While Voxforge has quite a lot of English speech, it is almost all in a US accent, so it can only make models thereof. Other Englishes are quite different, generally using more phonemes, lacking rhoticity, and having different mappings between phonemes and words. For example, in General American English (as it is called) “father” rhymes with “bother” but does not sound identical to “farther”; this is reversed in most other English dialects. The vowel used in “bother” in those dialects does not exist in General American.
A part of the problem (reasonably) not mentioned by Peter Grasch is the pronunciation model—a dictionary mapping phoneme sequences to words. Creating a new pronunciation model is neither trivial nor interesting. The only truly free one in English is the General American CMU dictionary. Wiktionary is a bit too messy and full of holes. The various text-to-speech engines can spit out phonemic transcriptions, but checking the output is a problem.
Nevertheless, Peter Grasch demonstrates that a voxforge model tuned to a single non-US speaker can do surprisingly well.

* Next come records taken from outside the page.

def measure_chain_blocks(blocks, n_chains: int, n_draws: int) -> ChainMeasures:
    """:func:`measure_chains` from parameter blocks read one at a time.

    Parameters
    ----------
    blocks : iterable of ndarray of shape (chains, draws, k)
        Consecutive groups of parameters, each with all chains and all draws
        (rank normalisation and the FFT need every draw of a parameter). A block
        may be a reused buffer: it is not kept after the next one is asked for.
    n_chains, n_draws : int

    Returns
    -------
    ChainMeasures
        Per parameter, the same values as ``measure_chains`` of the whole array.
    """
    if n_draws < 4:
        raise WalktuneError(f"each chain needs at least 4 draws for diagnostics; got {n_draws}.")
    parts = []
    for chunk in blocks:
        stop_point()
        if not np.all(np.isfinite(chunk)):
            raise WalktuneError("draws contain NaN or infinity; remove those draws first.")
        parts.append(_measure_block(chunk))
    fields = {key: np.concatenate([part[key] for part in parts], axis=-1) for key in parts[0]}
    return ChainMeasures(n_chains=n_chains, n_draws=n_draws, **fields)


def measure_chains(draws, block: int = 8) -> ChainMeasures:
    """Mean, sd, MCSE, ESS, IACT, bulk and tail ESS and R-hat for every parameter.

    Computes parameters ``block`` at a time, so a large (possibly memory-mapped)
    array is read once, a block at a time, and never copied whole. Each
    statistic equals the one of the function of the same name; ``ess`` and
    ``iact`` those of ``ess(draws, split=True)`` and ``iact(draws, split=True)``.
    """
    if isinstance(draws, np.ndarray) and draws.ndim == 3 and draws.dtype == np.float64:
        source = draws
    else:
        source = as_chains(draws)
    m, n, p = source.shape
    blocks = (np.array(source[:, :, start : start + block], dtype=float) for start in range(0, p, block))
    return measure_chain_blocks(blocks, m, n)
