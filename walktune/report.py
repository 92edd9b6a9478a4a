"""A visual report of a walktune output folder: PNG figures and one self-contained HTML page.

The page embeds every figure as a data URI, loads nothing from the network,
uses no JavaScript, and opens with the advice in plain words, the findings and
the caution. Figures are drawn from the saved draws (``draws.npz`` of a tuning
run, or the files an inspection read); large runs are thinned for drawing
only, and each figure says so.
"""

from __future__ import annotations

import base64
import html
import io
import zipfile
import zlib
from dataclasses import dataclass
from pathlib import Path

import matplotlib

matplotlib.use("Agg")
import matplotlib.pyplot as plt  # noqa: E402
import numpy as np  # noqa: E402

from .diagnostics import autocorrelation, iact  # noqa: E402
from .errors import WalktuneError  # noqa: E402
from .export import load_advice  # noqa: E402
from .outputs import REPORT_FILES, FolderLock, replace_files  # noqa: E402
from .recommend import format_factor, speedup_text  # noqa: E402

#: Most points drawn per chain in a trace, and in a scatter over all chains.
MAX_TRACE_POINTS = 1000
MAX_SCATTER_POINTS = 2000
MAX_TRACE_PARAMETERS = 8
MAX_PAIRS = 4

STYLE = {
    "figure.facecolor": "white",
    "axes.facecolor": "#fbfbf8",
    "axes.edgecolor": "#555555",
    "axes.grid": True,
    "grid.color": "#e2e2dc",
    "grid.linewidth": 0.6,
    "axes.titlesize": 10,
    "axes.labelsize": 9,
    "xtick.labelsize": 8,
    "ytick.labelsize": 8,
    "legend.fontsize": 8,
    "font.family": "DejaVu Sans",
}
CHAIN_COLOURS = ["#1b6b93", "#c4661f", "#4a8c3a", "#8e3b8c", "#b23a48", "#5a5a5a", "#2f9c95", "#a67c00"]
PROPOSAL_COLOURS = {"current": "#b23a48", "single-step": "#b23a48", "step-sizes": "#c4661f", "tuned-covariance": "#1b6b93"}


@dataclass
class Run:
    """What a report is drawn from."""

    folder: Path
    advice: dict
    names: list
    draws: dict  # label -> (chains, steps, d) array
    main: str  # label of the draws that describe the posterior
    baseline: str | None
    reparam: object = None

    @property
    def partial(self) -> bool:
        return bool(self.advice.get("partial"))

It is the multiple speaker models that really suffer.
While I'm about it, I might as well mention another problem with Voxforge for general purpose models: its voices almost all belong to non-elderly adult males—the usual free software demographic. Its models won't perform well for children, women, or elderly men.
Anyway, great projects, Simon, Sphinx, and Voxforge; but great problems also, and they aren't software problems.